» ACTIVITY
Read through the lines below for the string "write" and copy each one that has it.

══════

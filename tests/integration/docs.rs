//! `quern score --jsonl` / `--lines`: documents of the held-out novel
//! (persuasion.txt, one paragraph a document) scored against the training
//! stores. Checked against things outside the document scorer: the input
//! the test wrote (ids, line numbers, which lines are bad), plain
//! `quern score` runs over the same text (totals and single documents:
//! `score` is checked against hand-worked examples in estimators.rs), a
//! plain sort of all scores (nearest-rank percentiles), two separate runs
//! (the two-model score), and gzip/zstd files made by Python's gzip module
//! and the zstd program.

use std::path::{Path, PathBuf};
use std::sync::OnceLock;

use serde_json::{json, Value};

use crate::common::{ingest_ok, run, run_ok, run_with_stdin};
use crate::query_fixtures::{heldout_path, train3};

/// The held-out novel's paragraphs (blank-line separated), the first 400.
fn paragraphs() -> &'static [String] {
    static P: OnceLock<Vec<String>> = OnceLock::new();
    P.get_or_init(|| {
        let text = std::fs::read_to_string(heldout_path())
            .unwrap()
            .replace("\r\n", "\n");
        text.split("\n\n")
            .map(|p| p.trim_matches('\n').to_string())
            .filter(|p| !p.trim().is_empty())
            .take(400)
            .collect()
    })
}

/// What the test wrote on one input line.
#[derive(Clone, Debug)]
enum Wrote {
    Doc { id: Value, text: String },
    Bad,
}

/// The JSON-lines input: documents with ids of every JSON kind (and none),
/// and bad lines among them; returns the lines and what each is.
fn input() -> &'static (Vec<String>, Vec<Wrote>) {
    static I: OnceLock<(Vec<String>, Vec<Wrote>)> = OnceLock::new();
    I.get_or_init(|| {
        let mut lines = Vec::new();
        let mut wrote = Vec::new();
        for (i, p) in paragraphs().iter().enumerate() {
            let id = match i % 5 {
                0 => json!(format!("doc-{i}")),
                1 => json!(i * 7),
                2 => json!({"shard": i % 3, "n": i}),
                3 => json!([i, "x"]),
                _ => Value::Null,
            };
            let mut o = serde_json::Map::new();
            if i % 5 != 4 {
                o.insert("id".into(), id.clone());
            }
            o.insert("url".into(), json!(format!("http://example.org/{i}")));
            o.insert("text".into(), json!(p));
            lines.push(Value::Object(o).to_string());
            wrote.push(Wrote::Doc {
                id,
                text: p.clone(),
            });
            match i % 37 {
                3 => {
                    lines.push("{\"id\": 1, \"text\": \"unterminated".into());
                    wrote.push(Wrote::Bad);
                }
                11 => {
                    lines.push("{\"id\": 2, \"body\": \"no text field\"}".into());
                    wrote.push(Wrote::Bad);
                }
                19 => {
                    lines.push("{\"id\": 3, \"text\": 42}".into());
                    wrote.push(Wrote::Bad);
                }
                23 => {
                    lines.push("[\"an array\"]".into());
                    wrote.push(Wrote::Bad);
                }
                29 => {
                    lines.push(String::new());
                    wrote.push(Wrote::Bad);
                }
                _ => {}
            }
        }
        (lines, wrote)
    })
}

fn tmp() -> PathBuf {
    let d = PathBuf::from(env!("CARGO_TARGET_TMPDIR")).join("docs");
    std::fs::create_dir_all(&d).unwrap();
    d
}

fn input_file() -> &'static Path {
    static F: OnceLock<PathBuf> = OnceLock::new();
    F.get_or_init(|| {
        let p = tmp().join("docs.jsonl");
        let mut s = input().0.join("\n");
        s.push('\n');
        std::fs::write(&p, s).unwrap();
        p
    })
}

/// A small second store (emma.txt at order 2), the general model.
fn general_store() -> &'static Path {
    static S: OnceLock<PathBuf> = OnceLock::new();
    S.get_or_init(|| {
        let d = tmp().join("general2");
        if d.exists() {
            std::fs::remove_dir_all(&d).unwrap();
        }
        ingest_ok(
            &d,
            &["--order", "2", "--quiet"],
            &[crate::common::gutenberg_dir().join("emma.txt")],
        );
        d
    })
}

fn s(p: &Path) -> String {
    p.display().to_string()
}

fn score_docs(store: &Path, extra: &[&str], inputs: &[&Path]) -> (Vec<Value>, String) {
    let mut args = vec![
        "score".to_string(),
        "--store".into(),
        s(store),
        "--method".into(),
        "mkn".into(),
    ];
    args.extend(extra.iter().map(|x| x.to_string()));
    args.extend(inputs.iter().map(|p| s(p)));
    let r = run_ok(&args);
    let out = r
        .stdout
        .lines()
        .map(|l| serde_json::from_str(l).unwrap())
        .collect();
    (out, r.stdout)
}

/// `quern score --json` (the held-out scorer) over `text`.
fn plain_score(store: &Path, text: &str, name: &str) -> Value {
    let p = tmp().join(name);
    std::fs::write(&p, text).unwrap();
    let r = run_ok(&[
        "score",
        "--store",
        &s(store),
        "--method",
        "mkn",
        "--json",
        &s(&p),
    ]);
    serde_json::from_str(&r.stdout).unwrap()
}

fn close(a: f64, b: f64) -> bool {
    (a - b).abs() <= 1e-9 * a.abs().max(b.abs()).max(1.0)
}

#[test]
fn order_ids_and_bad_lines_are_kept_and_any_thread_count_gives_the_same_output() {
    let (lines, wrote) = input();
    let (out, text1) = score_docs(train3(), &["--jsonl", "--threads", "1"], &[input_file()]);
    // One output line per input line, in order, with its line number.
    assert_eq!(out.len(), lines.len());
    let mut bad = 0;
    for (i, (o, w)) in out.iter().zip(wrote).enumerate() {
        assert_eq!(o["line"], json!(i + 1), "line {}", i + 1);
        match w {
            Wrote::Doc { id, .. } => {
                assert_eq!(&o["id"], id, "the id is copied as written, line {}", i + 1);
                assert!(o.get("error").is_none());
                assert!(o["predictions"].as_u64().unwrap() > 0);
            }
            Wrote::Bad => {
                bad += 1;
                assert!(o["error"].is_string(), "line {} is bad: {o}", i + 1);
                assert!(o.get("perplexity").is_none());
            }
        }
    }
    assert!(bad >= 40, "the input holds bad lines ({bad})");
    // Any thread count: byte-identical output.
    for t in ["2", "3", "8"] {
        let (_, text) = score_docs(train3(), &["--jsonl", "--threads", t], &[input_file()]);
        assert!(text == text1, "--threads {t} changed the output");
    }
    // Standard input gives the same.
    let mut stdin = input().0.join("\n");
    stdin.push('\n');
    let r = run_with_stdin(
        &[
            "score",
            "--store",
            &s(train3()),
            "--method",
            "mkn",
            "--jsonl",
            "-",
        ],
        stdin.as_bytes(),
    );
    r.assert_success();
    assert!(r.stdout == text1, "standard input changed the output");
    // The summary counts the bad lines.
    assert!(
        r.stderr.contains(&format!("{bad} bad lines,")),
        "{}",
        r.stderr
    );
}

══════

» ANSWER TO THIS EXERCISE
        std::fs::write(&p, s).unwrap();
    std::fs::write(&p, text).unwrap();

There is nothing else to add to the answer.